Tips and Tricks to Simplify Multiarterial CABG

2019-10-15T18:57:01Z (GMT) by Om P Yadava Clifford Barlow

Dr Om P. Yadava, CEO and Chief Cardiac Surgeon of the National Heart Institute in New Delhi, India, and Editor-in-Chief of the Indian Journal of Thoracic and Cardiovascular Surgery, and Mr Clifford Barlow, Senior Consultant Cardiac Surgeon at the University Hospital in Southampton, UK, discuss ways to increase the uptake of multiarterial grafting in CABG through simplification rather than complex configurations.

Dr Yadava laments that despite the literature available, total arterial grafting is not catching up, with less than 5% of coronary artery bypass graft surgery worldwide being multiarterial grafting. Dr Clifford also feels that there is sufficient evidence, implicit or explicit, for the benefit of bilateral internal mammary arteries (IMA), but there has not been sufficient uptake. Exploring reasons for this, Dr Barlow quotes Einstein, “We keep proposing doing the same thing over and over again, expecting a different result.” The main reason for this low uptake, he feels, is the technical complexity of the operation. Dr Clifford proposes a simplified concept – pedicled LIMA to left anterior descending (LAD) and pedicled RIMA through the transverse sinus, behind the aorta, to the circumflex/obtuse marginal (OM) branch. However, if the OM branch is too far off for the RIMA to reach, then a free RIMA can be used, but the top end should not be performed to the aorta (1). Dr Clifford opposes a pedicled RIMA to the right coronary artery (RCA) because the tension on the graft is difficult to predict, especially if there happens to be cardiac dilatation or distention due to a temporary arrhythmia or ischemia in the postoperative phase. To the contrary, a graft via the transverse sinus is not affected by the postoperative distention of the heart. Though bleeding point may be an issue with such a dispensation of the graft, it is easily surmountable.

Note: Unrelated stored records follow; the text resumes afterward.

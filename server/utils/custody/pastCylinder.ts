import type { CylinderView } from '../../../utils/custody/cylinderView'
import type { Past } from '../../../utils/custody/asItStood'
import type { Database } from '../database/database'
import { problem } from '../http/problem'
import { cylinderView } from './cylinderViews'
import { fillPast, openPastDatabase } from './pastDatabase'

/**
 * One cylinder as it stood, or as it was known, by the rules and on the day of that instant. It offers no acts.
 *
 * Errors: 404 where nothing had happened to it by then.
 */
export async function pastCylinder(db: Database, id: string, past: Past, askedRefrigerant?: string): Promise<CylinderView> {
  const own = await openPastDatabase(db, past)
  try {
    await fillPast(db, own, past, [id])
    // Whom its own halves named then, and who names it or wears its labels: their logs say what this one's does not.
    const { rows } = await db.readClient.execute({
      sql: `SELECT other_id FROM halves WHERE cylinder_id = ?1 UNION SELECT cylinder_id FROM halves WHERE other_id = ?1
        UNION SELECT b.cylinder_id FROM label_claims a JOIN label_claims b ON a.code = b.code WHERE a.cylinder_id = ?1`,
      args: [id],
    })
    const named = await own.db.readClient.execute('SELECT other_id FROM halves')
    await fillPast(db, own, past, [...new Set([...rows, ...named.rows].map(row => row[0] as string))].filter(other => other !== id))
    const view = await cylinderView(own.db, id, { access: null, nowMs: own.atMs, askedRefrigerant })
    if (!view) throw notYetThere()
    return view
  }
  finally {
    own.remove()
  }
}

/** A cylinder of which the log had nothing at a past instant. */
export function notYetThere() {
  return problem(404, 'Not there yet', 'Nothing of this cylinder had happened, or was known, at that time.')
}
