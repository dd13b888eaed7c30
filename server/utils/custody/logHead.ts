import type { LogHead } from '../../../utils/contract/log'
import type { Database } from '../database/database'

/** The last number of the custody log and how many events it holds. */
export async function logHead(db: Database): Promise<LogHead> {
  const result = await db.readClient.execute('SELECT coalesce(max(seq), 0), count(*) FROM custody_events')
  return { seq: result.rows[0]?.[0] as number, events: result.rows[0]?.[1] as number, checkpoint: null }
}
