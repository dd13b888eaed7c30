import type { CylinderView } from '../../../utils/custody/cylinderView'
import type { Past } from '../../../utils/custody/asItStood'
import type { Database } from '../database/database'
import { problem } from '../http/problem'
import { cylinderView } from './cylinderViews'
import { fillPast, openPastDatabase } from './pastDatabase'

/**
 * One cylinder as it stood, or as it was known, by the rules and on the day of that instant. It offers no acts.
 *
 * Errors: 404 where nothing had happened to it by then.
 */
export async function pastCylinder(db: Database, id: string, past: Past, askedRefrigerant?: string): Promise<CylinderView> {
  const own = await openPastDatabase(db, past)
  try {
    await fillPast(db, own, past, [id])
    await fillPast(db, own, past, await othersThen(db, own.db, id))
    const view = await cylinderView(own.db, id, { access: null, nowMs: own.atMs, askedRefrigerant })
    if (!view) throw notYetThere()
    return view
  }
  finally {
    own.remove()
  }
}

/**
 * Other cylinders whose logs said what this one's does not: whom its halves named then, and who wore its labels, also by
 * what was corrected since.
 *
 * @param past holds this cylinder as it was then.
 */
async function othersThen(db: Database, past: Database, id: string): Promise<string[]> {
  const [named, claimed] = await past.readClient.batch(['SELECT other_id FROM halves', 'SELECT DISTINCT code FROM label_claims'], 'read')
  const { rows } = await db.readClient.execute({
    sql: `SELECT cylinder_id FROM label_claims WHERE code IN (SELECT value FROM json_each(?1))
      UNION SELECT cylinder_id FROM (
        SELECT c.cylinder_id, e.body ->> '$.details.code' AS code FROM custody_events c
          JOIN custody_events e ON e.id = c.body ->> '$.details.eventId' WHERE c.kind = 'corrected'
        UNION ALL SELECT cylinder_id, body ->> '$.details.instead.code' FROM custody_events WHERE kind = 'corrected'
      ) WHERE code IN (SELECT value FROM json_each(?1))`,
    args: [JSON.stringify(claimed!.rows.map(row => row[0]))],
  })
  return [...new Set([...rows, ...named!.rows].map(row => row[0] as string))].filter(other => other !== id)
}

/** A cylinder of which the log had nothing at a past instant. */
export function notYetThere() {
  return problem(404, 'Not there yet', 'Nothing of this cylinder had happened, or was known, at that time.')
}
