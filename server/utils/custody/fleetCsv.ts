import type { Readable } from 'node:stream'
import type { FleetListQuery } from '../../../utils/contract/custody'
import { FIRST_LAYOUT } from '../../../utils/contract/fleetLayout'
import { fleetCsvHeads, fleetCsvRow } from '../../../utils/fleet/fleetCsv'
import { csvStream, type CsvLine } from '../csv/csvStream'
import type { Database } from '../database/database'
import { fleet } from './fleet'

const ROWS_AT_ONCE = 500

/** The whole of a list of the fleet as a table of values, in the order asked for. */
export async function fleetCsv(db: Database, query: FleetListQuery, nowMs: number): Promise<Readable> {
  const { columns = FIRST_LAYOUT.columns, unit = 'lb', ...list } = query
  const first = await fleet(db, { ...list, cursor: undefined, limit: ROWS_AT_ONCE }, nowMs)
  async function* blocks(): AsyncGenerator<CsvLine[]> {
    for (let page = first; ;) {
      yield page.items.map(row => fleetCsvRow(row, columns, unit))
      if (page.nextCursor === null) return
      page = await fleet(db, { ...list, cursor: page.nextCursor, limit: ROWS_AT_ONCE }, nowMs)
    }
  }
  return csvStream(fleetCsvHeads(columns, unit), blocks())
}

Dr Yadava proposes taking a pedicled RIMA across the midline to the LAD and a pedicled LIMA to the back of the heart, but Dr Clifford feels redo may be a difficult proposition in this scenario, more so if a patient has to come back for a mitral or aortic valve intervention. Dr Clifford expresses his dislike for composite "T" grafting, because he believes that this is somewhat anti-anatomical. He feels that there are not many instances in the human body where a small artery arises at a right angle from another small artery, though these may arise from big arteries, like the aorta. Even the flow dynamics of the "T" graft and the consequent turbulence is not physiological. He is also concerned for the degree of relative flow in the two limbs of the "T" graft. He seems to accept that an acute angle with the use of "Y" grafting may be a valid technique. However, even here, the potential steal can occur if the degree of stenosis is unbalanced in the two arms. Dr Clifford is strongly in favor of simplifying grafting techniques and configurations to increase the uptake of multiarterial grafting.

Reference

Barlow CW. What is the best second conduit for coronary artery bypass grafting? With no silver bullet study we should not ignore good regular bullets when we get them! J Thorac Cardiovasc Surg. 2015;150(6):1535-1536.